>>>

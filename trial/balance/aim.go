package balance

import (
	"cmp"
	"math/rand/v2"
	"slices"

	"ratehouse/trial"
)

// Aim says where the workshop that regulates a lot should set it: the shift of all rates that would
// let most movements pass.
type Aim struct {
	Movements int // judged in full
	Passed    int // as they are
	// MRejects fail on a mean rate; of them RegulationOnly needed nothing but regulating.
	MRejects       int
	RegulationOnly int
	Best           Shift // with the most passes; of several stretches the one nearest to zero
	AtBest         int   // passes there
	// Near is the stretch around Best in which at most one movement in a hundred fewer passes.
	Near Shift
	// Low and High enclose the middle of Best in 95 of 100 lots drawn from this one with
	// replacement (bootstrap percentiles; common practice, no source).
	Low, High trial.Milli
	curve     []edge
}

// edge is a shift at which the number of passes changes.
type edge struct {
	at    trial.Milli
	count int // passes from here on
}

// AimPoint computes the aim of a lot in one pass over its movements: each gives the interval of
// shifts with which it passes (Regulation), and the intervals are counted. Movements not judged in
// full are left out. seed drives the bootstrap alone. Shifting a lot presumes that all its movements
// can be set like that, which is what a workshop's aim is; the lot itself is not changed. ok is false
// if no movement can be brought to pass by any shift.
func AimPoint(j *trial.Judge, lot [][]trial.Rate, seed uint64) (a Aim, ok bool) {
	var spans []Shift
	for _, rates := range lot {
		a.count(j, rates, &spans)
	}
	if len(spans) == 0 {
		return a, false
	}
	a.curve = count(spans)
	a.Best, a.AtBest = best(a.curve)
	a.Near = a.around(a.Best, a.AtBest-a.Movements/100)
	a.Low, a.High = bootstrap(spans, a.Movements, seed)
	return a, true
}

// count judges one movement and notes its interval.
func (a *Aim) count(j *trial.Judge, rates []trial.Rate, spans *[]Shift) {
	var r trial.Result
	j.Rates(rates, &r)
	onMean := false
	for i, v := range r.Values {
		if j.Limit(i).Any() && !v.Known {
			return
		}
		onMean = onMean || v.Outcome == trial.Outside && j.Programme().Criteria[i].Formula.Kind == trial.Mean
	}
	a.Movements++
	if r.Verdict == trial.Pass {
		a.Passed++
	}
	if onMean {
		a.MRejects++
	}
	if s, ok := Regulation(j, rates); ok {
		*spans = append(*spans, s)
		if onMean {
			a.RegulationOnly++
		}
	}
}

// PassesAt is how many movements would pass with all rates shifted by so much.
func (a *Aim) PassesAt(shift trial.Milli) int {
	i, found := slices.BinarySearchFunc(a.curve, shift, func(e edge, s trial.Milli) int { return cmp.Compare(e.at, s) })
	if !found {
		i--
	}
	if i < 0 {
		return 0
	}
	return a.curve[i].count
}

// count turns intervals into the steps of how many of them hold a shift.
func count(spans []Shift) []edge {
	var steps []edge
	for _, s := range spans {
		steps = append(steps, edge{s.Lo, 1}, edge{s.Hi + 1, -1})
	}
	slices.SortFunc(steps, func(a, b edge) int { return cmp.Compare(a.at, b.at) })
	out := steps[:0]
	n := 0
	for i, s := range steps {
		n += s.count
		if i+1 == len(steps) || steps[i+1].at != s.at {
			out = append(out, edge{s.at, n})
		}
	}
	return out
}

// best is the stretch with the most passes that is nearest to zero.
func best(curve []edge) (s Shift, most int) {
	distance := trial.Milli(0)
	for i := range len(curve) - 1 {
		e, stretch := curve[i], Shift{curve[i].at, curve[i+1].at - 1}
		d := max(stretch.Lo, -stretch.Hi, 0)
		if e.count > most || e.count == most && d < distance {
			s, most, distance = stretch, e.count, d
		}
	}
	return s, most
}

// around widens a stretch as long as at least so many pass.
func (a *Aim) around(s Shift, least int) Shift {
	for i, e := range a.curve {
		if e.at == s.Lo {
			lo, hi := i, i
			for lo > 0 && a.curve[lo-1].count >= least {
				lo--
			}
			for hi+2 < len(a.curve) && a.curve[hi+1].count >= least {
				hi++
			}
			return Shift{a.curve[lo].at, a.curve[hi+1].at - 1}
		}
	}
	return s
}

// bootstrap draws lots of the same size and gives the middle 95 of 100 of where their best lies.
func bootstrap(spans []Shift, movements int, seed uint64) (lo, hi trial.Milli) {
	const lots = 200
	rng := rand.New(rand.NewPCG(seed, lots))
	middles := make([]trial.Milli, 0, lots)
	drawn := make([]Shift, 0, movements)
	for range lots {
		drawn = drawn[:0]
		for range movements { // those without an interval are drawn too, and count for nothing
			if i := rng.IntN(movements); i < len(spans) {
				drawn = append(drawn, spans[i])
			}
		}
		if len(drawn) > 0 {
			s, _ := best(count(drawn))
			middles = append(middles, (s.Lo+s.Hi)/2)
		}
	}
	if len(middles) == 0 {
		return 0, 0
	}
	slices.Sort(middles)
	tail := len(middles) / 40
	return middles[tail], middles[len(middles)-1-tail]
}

<<<
>>>

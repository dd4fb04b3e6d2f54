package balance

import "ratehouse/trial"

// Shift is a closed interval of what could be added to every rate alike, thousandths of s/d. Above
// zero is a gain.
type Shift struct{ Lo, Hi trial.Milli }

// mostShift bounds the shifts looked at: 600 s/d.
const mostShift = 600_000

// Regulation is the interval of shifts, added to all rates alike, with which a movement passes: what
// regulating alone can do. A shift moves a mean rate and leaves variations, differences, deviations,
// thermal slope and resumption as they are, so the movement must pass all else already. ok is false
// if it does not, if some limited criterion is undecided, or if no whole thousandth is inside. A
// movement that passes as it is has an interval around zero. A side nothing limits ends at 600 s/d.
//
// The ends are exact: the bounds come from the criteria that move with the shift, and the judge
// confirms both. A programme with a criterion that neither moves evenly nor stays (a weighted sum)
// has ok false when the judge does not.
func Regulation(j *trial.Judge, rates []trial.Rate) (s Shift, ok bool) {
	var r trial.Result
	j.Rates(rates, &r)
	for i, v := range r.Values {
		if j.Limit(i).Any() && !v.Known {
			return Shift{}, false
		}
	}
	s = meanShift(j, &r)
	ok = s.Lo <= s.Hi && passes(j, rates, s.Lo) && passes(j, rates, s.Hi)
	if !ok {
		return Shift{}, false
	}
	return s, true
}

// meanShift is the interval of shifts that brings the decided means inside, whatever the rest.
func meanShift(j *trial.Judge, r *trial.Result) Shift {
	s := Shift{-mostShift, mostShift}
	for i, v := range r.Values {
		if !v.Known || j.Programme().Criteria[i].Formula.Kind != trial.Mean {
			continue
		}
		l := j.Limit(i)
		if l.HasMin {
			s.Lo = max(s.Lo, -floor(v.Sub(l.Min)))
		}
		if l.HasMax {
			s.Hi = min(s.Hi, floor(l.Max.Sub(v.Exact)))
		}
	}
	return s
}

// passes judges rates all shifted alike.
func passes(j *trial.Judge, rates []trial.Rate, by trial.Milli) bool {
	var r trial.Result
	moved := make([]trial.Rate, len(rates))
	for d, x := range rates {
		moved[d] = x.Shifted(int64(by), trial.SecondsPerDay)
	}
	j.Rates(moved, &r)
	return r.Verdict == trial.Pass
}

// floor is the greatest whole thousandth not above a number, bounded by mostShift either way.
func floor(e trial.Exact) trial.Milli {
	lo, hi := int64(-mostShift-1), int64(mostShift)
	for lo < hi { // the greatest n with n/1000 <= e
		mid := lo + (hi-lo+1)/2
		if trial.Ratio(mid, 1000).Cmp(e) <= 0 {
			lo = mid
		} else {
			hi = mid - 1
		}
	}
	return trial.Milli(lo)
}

<<<
>>>

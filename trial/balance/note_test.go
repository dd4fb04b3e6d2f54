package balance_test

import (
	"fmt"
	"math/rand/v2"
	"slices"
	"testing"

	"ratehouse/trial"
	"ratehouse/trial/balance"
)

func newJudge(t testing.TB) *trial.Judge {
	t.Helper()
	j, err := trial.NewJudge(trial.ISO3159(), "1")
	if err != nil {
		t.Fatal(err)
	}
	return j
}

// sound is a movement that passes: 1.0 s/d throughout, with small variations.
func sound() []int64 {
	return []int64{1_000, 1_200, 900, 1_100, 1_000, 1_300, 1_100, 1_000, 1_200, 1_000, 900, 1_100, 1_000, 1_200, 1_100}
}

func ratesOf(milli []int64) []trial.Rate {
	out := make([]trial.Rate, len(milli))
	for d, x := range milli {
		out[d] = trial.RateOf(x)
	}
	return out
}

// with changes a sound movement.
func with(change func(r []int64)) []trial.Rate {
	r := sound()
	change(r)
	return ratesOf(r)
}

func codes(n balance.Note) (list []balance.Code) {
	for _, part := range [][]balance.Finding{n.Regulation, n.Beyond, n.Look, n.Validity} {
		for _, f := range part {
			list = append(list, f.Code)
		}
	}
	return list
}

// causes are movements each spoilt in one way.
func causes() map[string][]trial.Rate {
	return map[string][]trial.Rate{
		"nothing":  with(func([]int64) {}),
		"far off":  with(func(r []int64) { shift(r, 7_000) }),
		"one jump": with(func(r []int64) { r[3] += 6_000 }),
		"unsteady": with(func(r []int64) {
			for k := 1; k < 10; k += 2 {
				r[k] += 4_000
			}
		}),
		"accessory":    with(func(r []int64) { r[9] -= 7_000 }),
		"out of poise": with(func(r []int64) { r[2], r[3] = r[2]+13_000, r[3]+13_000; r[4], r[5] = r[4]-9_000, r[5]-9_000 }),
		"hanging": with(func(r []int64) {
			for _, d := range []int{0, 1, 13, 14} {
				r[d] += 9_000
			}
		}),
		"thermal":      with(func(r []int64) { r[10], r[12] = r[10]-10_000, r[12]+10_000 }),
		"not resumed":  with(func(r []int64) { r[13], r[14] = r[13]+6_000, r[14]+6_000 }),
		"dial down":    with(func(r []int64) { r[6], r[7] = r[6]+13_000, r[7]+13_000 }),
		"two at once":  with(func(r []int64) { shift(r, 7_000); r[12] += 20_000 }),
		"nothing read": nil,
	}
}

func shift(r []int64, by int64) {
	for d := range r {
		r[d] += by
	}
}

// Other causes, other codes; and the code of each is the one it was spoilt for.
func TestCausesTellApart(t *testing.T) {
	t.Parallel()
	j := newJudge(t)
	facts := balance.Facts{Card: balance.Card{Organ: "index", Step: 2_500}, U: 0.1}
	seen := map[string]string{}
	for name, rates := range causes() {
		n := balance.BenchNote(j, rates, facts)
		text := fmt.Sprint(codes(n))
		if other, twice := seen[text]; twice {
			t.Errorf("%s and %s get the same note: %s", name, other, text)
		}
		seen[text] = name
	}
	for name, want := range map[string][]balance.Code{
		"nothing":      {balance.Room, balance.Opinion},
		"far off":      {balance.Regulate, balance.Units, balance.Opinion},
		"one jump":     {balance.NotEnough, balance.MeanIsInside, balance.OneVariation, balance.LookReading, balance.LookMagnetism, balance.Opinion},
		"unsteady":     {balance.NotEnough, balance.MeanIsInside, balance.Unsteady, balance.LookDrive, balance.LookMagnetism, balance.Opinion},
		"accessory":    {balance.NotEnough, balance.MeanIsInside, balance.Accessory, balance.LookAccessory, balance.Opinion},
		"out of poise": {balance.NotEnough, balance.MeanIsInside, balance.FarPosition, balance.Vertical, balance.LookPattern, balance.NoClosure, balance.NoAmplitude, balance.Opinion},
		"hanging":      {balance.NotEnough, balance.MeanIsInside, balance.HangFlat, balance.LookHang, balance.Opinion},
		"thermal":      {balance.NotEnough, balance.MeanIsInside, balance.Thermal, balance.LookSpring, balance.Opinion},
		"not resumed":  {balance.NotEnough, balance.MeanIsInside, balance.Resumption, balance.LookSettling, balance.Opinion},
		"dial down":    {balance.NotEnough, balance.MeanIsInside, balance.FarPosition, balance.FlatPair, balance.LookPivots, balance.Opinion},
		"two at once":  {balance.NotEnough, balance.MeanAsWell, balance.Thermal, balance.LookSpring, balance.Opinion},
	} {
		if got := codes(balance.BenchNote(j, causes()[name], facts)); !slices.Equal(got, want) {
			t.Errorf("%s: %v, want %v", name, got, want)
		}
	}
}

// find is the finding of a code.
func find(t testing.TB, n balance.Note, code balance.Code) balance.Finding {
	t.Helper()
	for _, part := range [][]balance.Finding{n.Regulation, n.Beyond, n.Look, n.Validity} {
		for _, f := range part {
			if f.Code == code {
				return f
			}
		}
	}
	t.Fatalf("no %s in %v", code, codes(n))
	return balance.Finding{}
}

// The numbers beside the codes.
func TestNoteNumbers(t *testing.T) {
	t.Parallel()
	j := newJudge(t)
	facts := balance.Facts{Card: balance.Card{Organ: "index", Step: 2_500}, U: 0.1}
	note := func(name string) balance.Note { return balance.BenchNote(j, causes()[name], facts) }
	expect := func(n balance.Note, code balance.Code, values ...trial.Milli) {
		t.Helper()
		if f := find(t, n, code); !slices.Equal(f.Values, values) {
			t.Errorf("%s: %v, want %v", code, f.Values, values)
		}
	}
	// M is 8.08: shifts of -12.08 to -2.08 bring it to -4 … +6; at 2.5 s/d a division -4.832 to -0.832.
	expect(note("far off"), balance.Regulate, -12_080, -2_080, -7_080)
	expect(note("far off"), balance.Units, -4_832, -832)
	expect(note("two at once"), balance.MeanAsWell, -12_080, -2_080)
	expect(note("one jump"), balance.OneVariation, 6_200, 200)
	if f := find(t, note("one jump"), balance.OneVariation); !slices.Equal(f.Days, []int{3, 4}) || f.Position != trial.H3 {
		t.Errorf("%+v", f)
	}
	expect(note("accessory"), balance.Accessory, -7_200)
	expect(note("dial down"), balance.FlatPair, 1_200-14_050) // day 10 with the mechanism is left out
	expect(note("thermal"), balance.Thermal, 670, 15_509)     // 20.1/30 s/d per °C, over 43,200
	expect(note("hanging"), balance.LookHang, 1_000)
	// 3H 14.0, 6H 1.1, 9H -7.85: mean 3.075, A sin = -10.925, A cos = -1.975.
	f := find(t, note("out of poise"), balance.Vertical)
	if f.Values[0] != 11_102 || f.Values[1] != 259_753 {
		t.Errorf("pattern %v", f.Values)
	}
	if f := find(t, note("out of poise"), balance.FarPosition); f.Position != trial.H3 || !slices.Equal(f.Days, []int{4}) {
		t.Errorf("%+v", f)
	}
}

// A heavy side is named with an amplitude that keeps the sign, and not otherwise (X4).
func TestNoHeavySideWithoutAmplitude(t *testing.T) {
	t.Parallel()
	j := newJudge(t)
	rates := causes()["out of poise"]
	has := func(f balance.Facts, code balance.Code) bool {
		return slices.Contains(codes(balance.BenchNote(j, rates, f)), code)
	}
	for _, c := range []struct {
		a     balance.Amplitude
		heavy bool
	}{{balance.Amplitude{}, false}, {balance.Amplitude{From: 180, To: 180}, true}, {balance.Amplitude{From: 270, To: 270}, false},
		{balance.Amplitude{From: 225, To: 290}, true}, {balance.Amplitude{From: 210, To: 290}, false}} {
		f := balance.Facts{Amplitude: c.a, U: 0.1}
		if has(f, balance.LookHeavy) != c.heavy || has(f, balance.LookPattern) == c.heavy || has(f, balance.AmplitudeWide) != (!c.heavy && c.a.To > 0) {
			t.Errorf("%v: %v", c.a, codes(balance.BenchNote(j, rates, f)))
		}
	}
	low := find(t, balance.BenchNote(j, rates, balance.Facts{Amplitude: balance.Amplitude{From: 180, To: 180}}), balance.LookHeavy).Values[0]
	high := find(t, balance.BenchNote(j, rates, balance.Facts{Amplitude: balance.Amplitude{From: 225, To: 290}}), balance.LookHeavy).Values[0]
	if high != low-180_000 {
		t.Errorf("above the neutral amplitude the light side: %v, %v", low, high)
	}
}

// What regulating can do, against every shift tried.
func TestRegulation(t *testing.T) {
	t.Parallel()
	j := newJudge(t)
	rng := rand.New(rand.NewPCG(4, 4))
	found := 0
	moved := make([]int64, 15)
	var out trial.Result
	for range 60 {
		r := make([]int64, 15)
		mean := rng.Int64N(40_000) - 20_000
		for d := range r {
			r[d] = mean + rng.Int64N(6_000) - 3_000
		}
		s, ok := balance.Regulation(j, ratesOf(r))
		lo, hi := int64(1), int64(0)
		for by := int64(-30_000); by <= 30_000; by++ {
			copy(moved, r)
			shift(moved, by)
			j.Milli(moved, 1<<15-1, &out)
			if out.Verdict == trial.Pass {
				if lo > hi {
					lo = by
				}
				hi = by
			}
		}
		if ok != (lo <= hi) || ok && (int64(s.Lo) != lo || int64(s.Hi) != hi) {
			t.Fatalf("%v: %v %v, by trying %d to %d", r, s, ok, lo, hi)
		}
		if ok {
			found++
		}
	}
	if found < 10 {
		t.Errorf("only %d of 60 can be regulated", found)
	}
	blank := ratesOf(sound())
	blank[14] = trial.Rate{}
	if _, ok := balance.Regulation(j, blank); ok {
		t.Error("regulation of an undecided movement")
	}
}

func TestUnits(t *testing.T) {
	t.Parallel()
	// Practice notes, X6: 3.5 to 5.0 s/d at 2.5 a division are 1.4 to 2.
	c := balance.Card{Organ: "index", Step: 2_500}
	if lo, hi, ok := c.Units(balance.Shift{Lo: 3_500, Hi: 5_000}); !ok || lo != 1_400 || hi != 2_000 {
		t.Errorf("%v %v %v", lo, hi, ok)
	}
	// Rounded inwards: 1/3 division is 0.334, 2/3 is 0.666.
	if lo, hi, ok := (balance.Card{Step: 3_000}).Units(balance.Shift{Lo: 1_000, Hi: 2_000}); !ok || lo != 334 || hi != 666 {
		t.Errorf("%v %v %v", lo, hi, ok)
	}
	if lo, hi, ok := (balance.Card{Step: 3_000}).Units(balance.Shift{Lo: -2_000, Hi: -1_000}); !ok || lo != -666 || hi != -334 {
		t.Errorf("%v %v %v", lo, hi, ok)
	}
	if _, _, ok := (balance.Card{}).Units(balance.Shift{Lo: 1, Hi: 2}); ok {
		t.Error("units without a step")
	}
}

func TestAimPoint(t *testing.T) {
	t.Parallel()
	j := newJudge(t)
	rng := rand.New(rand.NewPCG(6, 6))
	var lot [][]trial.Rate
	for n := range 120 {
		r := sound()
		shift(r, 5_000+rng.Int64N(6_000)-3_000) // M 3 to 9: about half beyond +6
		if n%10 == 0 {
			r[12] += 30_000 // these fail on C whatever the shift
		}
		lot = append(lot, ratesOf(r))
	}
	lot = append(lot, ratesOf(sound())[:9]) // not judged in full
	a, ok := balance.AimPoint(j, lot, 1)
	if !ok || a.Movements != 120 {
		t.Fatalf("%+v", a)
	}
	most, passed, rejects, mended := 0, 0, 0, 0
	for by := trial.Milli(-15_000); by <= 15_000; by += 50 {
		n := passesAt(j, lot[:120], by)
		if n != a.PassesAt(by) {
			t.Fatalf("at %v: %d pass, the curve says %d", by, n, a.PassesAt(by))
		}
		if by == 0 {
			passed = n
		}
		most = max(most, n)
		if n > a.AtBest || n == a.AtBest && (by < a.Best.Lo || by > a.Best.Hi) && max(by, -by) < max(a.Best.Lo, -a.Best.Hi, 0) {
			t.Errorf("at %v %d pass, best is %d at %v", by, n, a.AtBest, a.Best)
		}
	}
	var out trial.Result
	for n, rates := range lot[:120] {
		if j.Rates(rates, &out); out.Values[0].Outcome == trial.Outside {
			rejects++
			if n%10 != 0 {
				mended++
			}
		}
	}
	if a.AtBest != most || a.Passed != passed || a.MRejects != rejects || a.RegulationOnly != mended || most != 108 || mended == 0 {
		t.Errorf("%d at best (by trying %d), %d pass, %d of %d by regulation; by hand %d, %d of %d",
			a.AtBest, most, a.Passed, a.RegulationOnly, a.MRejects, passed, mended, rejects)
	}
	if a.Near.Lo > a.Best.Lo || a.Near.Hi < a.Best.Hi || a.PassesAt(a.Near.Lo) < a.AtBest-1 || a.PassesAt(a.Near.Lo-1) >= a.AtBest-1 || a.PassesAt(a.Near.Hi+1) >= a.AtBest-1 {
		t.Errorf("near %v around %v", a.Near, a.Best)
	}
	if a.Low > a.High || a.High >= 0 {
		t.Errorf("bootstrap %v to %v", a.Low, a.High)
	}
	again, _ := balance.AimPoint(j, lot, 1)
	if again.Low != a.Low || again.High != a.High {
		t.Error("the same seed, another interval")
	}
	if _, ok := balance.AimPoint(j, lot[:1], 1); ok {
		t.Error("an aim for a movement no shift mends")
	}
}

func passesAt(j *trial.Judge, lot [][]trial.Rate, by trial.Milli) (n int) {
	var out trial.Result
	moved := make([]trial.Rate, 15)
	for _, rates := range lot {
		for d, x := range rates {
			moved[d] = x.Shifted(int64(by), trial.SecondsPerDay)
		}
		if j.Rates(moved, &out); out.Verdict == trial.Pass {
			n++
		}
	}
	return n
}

<<<

> About this task: Search the data above for the string "whatever" and report each line that holds it.

> Written response:
// meanShift is the interval of shifts that brings the decided means inside, whatever the rest.
			r[12] += 30_000 // these fail on C whatever the shift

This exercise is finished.